→ **EXERCISE DIRECTIONS**
For this exercise, please find the lines in the entries that include the word "catch" and copy them.

→ **EXERCISE MATERIAL**
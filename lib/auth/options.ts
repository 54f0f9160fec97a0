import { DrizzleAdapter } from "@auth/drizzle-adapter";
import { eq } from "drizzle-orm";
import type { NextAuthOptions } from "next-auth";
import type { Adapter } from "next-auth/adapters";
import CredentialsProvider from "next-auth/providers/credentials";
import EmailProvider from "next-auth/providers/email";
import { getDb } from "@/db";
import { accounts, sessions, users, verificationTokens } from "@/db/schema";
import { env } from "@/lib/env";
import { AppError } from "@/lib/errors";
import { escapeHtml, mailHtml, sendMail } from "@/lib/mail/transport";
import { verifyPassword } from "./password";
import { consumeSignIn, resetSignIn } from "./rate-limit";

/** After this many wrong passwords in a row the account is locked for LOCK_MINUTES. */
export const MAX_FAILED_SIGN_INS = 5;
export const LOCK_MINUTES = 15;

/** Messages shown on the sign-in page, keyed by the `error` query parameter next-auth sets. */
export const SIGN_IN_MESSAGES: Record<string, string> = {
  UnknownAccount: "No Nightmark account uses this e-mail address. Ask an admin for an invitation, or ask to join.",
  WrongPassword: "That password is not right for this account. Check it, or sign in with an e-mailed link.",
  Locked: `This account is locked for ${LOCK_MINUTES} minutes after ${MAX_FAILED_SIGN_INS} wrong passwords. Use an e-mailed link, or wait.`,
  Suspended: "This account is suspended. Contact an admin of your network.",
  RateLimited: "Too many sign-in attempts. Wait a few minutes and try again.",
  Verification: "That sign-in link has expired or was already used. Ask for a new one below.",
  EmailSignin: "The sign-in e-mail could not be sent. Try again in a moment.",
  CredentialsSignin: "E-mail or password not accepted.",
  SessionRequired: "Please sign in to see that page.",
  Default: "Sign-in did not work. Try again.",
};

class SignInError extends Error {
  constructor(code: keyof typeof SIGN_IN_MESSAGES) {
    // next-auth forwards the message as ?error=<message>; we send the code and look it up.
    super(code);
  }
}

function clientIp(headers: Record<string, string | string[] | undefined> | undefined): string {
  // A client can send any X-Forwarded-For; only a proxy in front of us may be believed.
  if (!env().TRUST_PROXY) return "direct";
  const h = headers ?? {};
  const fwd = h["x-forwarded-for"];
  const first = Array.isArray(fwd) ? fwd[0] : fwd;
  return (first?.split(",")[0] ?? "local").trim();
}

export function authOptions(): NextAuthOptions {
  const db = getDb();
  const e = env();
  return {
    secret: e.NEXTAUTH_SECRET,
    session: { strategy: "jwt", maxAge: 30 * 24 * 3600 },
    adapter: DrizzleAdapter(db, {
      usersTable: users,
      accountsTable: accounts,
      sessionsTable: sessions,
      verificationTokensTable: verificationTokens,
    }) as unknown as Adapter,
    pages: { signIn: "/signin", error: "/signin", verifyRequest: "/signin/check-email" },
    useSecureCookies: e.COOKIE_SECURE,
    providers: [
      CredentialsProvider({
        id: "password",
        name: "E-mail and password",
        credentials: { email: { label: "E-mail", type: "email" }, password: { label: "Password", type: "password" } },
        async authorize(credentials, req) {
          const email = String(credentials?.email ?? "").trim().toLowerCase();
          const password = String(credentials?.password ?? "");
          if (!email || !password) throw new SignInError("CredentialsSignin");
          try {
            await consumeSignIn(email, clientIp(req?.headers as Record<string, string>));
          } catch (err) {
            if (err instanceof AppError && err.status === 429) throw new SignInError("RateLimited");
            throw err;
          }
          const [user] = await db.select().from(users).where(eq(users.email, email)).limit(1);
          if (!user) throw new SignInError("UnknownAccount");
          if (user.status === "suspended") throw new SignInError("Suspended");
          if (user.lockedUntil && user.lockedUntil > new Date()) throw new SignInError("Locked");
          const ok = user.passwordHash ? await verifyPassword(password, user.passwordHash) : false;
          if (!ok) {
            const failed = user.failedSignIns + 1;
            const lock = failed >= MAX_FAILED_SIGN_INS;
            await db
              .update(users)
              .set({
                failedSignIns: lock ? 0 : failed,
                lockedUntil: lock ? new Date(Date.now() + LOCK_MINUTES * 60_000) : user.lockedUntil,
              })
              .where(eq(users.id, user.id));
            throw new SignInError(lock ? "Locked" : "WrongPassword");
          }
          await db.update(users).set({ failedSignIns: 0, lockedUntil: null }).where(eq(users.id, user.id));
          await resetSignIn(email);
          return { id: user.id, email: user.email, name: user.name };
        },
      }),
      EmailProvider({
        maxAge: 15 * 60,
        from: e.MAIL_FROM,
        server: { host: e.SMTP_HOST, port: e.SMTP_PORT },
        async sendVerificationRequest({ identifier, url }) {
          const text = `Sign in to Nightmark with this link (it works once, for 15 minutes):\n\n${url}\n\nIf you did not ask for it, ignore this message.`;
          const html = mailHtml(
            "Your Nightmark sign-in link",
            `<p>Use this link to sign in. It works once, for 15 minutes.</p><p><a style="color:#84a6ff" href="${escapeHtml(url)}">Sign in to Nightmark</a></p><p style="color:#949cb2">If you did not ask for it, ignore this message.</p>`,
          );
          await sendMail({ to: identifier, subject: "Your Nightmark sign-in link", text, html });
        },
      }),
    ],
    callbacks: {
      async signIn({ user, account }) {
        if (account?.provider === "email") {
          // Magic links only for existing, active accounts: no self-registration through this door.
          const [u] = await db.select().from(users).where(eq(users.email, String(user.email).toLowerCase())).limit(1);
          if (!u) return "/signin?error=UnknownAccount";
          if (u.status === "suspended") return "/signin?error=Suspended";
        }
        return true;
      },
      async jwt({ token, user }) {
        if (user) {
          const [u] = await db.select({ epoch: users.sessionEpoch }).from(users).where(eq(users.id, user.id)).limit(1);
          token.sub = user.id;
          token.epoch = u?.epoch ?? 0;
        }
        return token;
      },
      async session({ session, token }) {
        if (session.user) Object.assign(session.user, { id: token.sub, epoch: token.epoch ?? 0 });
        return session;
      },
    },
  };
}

* * *

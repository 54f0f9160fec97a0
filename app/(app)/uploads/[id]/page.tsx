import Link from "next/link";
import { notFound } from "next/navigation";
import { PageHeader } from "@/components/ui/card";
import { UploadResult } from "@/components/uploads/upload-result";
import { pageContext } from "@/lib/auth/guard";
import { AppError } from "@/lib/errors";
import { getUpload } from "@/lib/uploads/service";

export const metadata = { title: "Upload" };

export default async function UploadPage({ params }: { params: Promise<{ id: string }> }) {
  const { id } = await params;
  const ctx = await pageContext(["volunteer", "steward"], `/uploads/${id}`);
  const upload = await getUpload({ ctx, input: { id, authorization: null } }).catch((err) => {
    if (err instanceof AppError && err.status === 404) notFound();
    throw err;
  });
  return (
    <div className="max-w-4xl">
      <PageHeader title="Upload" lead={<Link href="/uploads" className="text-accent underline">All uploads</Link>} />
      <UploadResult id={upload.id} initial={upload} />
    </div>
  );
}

→ **TASK SOLUTION**
          } catch (err) {
  const upload = await getUpload({ ctx, input: { id, authorization: null } }).catch((err) => {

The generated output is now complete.